Quote: i dont want to put anything in your head,but there were many times my W even went to the point of crying while telling me nothing was going on,and i believed her only to be let down again and again.Im not saying your W is not telling the truth,im just saying down let your guard down all the way.
Deejay, I think buried in yesterday's posts there is my assertion that my guard is indeed still up to a certain extent. Her telling me I can trust her is not enough. Her kinda showing me she can be trusted for a little while is not enough either. It will take longer for trust to become a reality for me. Thanks for the concern.
Quote: but i don't think there is any way i would be back home right now if i hadn't left.

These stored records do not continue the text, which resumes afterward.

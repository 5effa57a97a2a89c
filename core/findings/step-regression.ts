import tQuantile from '@stdlib/stats-base-dists-t-quantile'
import { medianInPlace } from './levels.ts'
import type { StepRow, StepRows } from './step-rows.ts'

/** 1.345 keeps 95 % efficiency at normal errors (Huber 1964; Huber 1981). */
const HUBER_K = 1.345
const MAD_TO_SIGMA = 1.4826
/** The pooled wander counts like this many switchings when an own spread is mixed with it. */
const POOLED_WEIGHT = 4
/** Sandwiches of a few dozen rows run short; measured on made-up logs with known steps (tests of the budget). */
const SMALL_SAMPLE = 1.15

/** What switching one thing changes, mA. */
export interface StepEstimate {
  readonly ma: number
  /** Half-width of the 90 % interval. */
  readonly half: number
  readonly switchings: number
  /** Positions of the things that the data cannot tell from this one; then `ma` says nothing. */
  readonly inseparable: readonly number[]
}

/**
 * Regression of level differences on state differences with Huber weights, one coefficient a thing. Standard errors are
 * the larger of a sandwich with leverage correction (HC3: MacKinnon & White 1985) and one that allows for the level shared by neighbouring
 * rows (Newey & West 1987, lag 1), mixed with the wander of the level where nothing was switched, so that two or three switchings do
 * not feign agreement. Key: position of the thing. O(rows × iterations + things³).
 */
export function stepRegression(rows: StepRows, leastScale: number): Map<number, StepEstimate> {
  const { steps } = rows
  const columns = [...new Set(steps.flatMap((row) => row.things))].sort((a, b) => a - b)
  const position = new Map(columns.map((thing, j) => [thing, j]))
  const design: Design = {
    p: columns.length,
    index: steps.map((row) => row.things.map((thing) => position.get(thing)!)),
    signs: steps.map((row) => row.signs),
    y: Float64Array.from(steps, (row) => row.ma),
  }
  const { basis, partners } = separability(design)
  const fit = huberFit(design, basis, Math.max(wanderOf(rows, basis.length), leastScale))
  const estimates = new Map<number, StepEstimate>()
  columns.forEach((thing, j) => {
    const switchings = design.index.filter((row) => row.includes(j)).length
    const inseparable = partners[j]!.map((k) => columns[k]!)
    const b = basis.indexOf(j)
    if (inseparable.length > 0 || b < 0) {
      estimates.set(thing, { ma: Number.NaN, half: Number.NaN, switchings, inseparable })
      return
    }
    const own = Math.max(0, switchings - 1)
    const variance = (POOLED_WEIGHT * fit.pooled[b]! + own * fit.own[b]!) / (POOLED_WEIGHT + own)
    const half = SMALL_SAMPLE * tQuantile(0.95, POOLED_WEIGHT + own) * Math.sqrt(variance)
    estimates.set(thing, { ma: fit.coefficients[b]!, half, switchings, inseparable })
  })
  return estimates
}

interface Design {
  readonly p: number
  readonly index: readonly (readonly number[])[]
  readonly signs: readonly (readonly number[])[]
  readonly y: Float64Array
}

/**
 * How much a level differs from the next of itself, as a standard deviation. Where there is hardly a place without
 * switching to see it, a fifth of the usual step stands in, so that a figure without a second look never seems exact.
 */
function wanderOf({ steps, placebos }: StepRows, coefficients: number): number {
  if (placebos.length >= 5) return spread(placebos)
  const seen = placebos.length === 0 ? 0 : Math.max(...placebos.map((row) => Math.abs(row.ma)))
  return steps.length > coefficients + 3 || steps.length === 0 ? seen : Math.max(seen, 0.2 * spread(steps))
}

function spread(rows: readonly StepRow[]): number {
  return MAD_TO_SIGMA * medianInPlace(Float64Array.from(rows, (row) => Math.abs(row.ma)))
}

interface Fit {
  readonly coefficients: Float64Array
  /** Variances by the wander of the level, and by the residuals of the rows themselves. */
  readonly pooled: Float64Array
  readonly own: Float64Array
}

function huberFit(design: Design, basis: readonly number[], leastScale: number): Fit {
  const m = basis.length
  const n = design.y.length
  const at = new Map(basis.map((j, b) => [j, b]))
  const index = design.index.map((row) => row.map((j) => at.get(j) ?? -1))
  const weights = new Float64Array(n).fill(1)
  const residuals = new Float64Array(n)
  let coefficients: Float64Array = new Float64Array(m)
  let inverse: Float64Array = new Float64Array(m * m)
  let scale = leastScale
  for (let iteration = 0; iteration < 30; iteration++) {
    inverse = inverted(gram(index, design.signs, weights, m), m)
    const next = product(inverse, moments(index, design, weights, m), m)
    let moved = 0
    for (let b = 0; b < m; b++) moved = Math.max(moved, Math.abs(next[b]! - coefficients[b]!))
    coefficients = next
    for (let i = 0; i < n; i++) residuals[i] = design.y[i]! - fitted(index[i]!, design.signs[i]!, coefficients)
    scale = Math.max(leastScale, residualScale(residuals, m))
    if (scale === 0) break
    for (let i = 0; i < n; i++) weights[i] = Math.min(1, (HUBER_K * scale) / Math.max(1e-12, Math.abs(residuals[i]!)))
    if (moved < 1e-7 && iteration > 2) break
  }
  const pooled = new Float64Array(m)
  // Neighbouring rows share a level: for a thing that goes on and off in turn the variance is half as large again.
  for (let b = 0; b < m; b++) pooled[b] = 1.5 * scale * scale * inverse[b * m + b]!
  return { coefficients, pooled, own: sandwich(index, design.signs, weights, residuals, inverse, m) }
}

/** Scaled median of the residuals' sizes, n / (n − m) larger for what the fit used up; 0 when it used up all. */
function residualScale(residuals: Float64Array, m: number): number {
  const n = residuals.length
  if (n <= m) return 0
  const sizes = residuals.map(Math.abs)
  return MAD_TO_SIGMA * medianInPlace(sizes) * Math.sqrt(n / (n - m))
}

function sandwich(
  index: readonly (readonly number[])[],
  signs: readonly (readonly number[])[],
  weights: Float64Array,
  residuals: Float64Array,
  inverse: Float64Array,
  m: number,
): Float64Array {
  const plain = new Float64Array(m)
  const lagged = new Float64Array(m)
  let previous = new Float64Array(m)
  for (let i = 0; i < index.length; i++) {
    const influence = new Float64Array(m)
    let leverage = 0
    index[i]!.forEach((b, k) => {
      if (b < 0) return
      for (let c = 0; c < m; c++) influence[c]! += inverse[c * m + b]! * signs[i]![k]!
    })
    index[i]!.forEach((b, k) => {
      if (b >= 0) leverage += influence[b]! * signs[i]![k]! * weights[i]!
    })
    const size = (weights[i]! * residuals[i]!) / Math.max(0.1, 1 - leverage)
    for (let c = 0; c < m; c++) {
      influence[c]! *= size
      plain[c]! += influence[c]! ** 2
      lagged[c]! += 2 * influence[c]! * previous[c]!
    }
    previous = influence
  }
  return plain.map((v, b) => Math.max(v, v + lagged[b]!))
}

function fitted(index: readonly number[], signs: readonly number[], coefficients: Float64Array): number {
  let sum = 0
  for (let k = 0; k < index.length; k++) if (index[k]! >= 0) sum += signs[k]! * coefficients[index[k]!]!
  return sum
}

function gram(
  index: readonly (readonly number[])[],
  signs: readonly (readonly number[])[],
  weights: Float64Array | null,
  m: number,
): Float64Array {
  const g = new Float64Array(m * m)
  for (let i = 0; i < index.length; i++) {
    const row = index[i]!
    for (let k = 0; k < row.length; k++) {
      if (row[k]! < 0) continue
      for (let l = 0; l < row.length; l++) {
        if (row[l]! >= 0) g[row[k]! * m + row[l]!]! += (weights?.[i] ?? 1) * signs[i]![k]! * signs[i]![l]!
      }
    }
  }
  return g
}

function moments(
  index: readonly (readonly number[])[],
  design: Design,
  weights: Float64Array,
  m: number,
): Float64Array {
  const v = new Float64Array(m)
  for (let i = 0; i < index.length; i++) {
    index[i]!.forEach((b, k) => {
      if (b >= 0) v[b]! += weights[i]! * design.signs[i]![k]! * design.y[i]!
    })
  }
  return v
}

function product(a: Float64Array, v: Float64Array, m: number): Float64Array {
  const out = new Float64Array(m)
  for (let r = 0; r < m; r++) for (let c = 0; c < m; c++) out[r]! += a[r * m + c]! * v[c]!
  return out
}

/** Inverse of a positive definite matrix by Gauss–Jordan elimination; pivots lie on the diagonal. */
function inverted(source: Float64Array, m: number): Float64Array {
  const a = source.slice()
  const inverse = new Float64Array(m * m)
  for (let r = 0; r < m; r++) inverse[r * m + r] = 1
  for (let pivot = 0; pivot < m; pivot++) {
    const scale = a[pivot * m + pivot]!
    for (let c = 0; c < m; c++) {
      a[pivot * m + c]! /= scale
      inverse[pivot * m + c]! /= scale
    }
    for (let r = 0; r < m; r++) {
      const factor = a[r * m + pivot]!
      if (r === pivot || factor === 0) continue
      for (let c = 0; c < m; c++) {
        a[r * m + c]! -= factor * a[pivot * m + c]!
        inverse[r * m + c]! -= factor * inverse[pivot * m + c]!
      }
    }
  }
  return inverse
}

/**
 * Which columns make a basis, and for each column the others it can be traded against without changing a single row:
 * its coefficient is then not determined. Exact, for the Gram matrix holds small whole numbers.
 */
function separability(design: Design): { basis: number[]; partners: number[][] } {
  const { p } = design
  const a = gram(design.index, design.signs, null, p)
  const tolerance = 1e-9 * Math.max(1, design.y.length)
  const pivots: number[] = []
  let row = 0
  for (let column = 0; column < p && row < p; column++) {
    let best = row
    for (let r = row + 1; r < p; r++) if (Math.abs(a[r * p + column]!) > Math.abs(a[best * p + column]!)) best = r
    if (Math.abs(a[best * p + column]!) <= tolerance) continue
    for (let c = 0; c < p; c++) {
      const held = a[row * p + c]!
      a[row * p + c] = a[best * p + c]!
      a[best * p + c] = held
    }
    const scale = a[row * p + column]!
    for (let c = 0; c < p; c++) a[row * p + c]! /= scale
    for (let r = 0; r < p; r++) {
      const factor = a[r * p + column]!
      if (r === row || factor === 0) continue
      for (let c = 0; c < p; c++) a[r * p + c]! -= factor * a[row * p + c]!
    }
    pivots.push(column)
    row++
  }
  const partners: Set<number>[] = Array.from({ length: p }, () => new Set())
  for (let free = 0; free < p; free++) {
    if (pivots.includes(free)) continue
    // The null vector of this free column: itself, and what its row entries ask of the pivots.
    const members = [free, ...pivots.filter((_, r) => Math.abs(a[r * p + free]!) > 1e-6)]
    for (const j of members) for (const k of members) if (j !== k) partners[j]!.add(k)
  }
  return { basis: pivots, partners: partners.map((set) => [...set].sort((x, y) => x - y)) }
}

We each take out own road in this. For many, staying at home with the WAS, or having them stay with you, is the much harder path to take. I understand that very well. There were MANY times when I would read threads around here where there was actual physical separation and be jealous because at some points in all this, I would have given anything not to have to see her on a daily basis. For me though, I understood that IF I was going to live with her AND try to make this work, I had to fully commit to DB and try as hard as I could to practice it's principles with everything I had. To do otherwise would have almost certainly meant failure on many levels. So, I get what you are saying and would not disagree with you. For many, the separation, while painful as hell, is also the saving grace. Of course, when it's going on it never seems that way but I can assure you, there are just as many drawbacks to living with the WAS as being separated.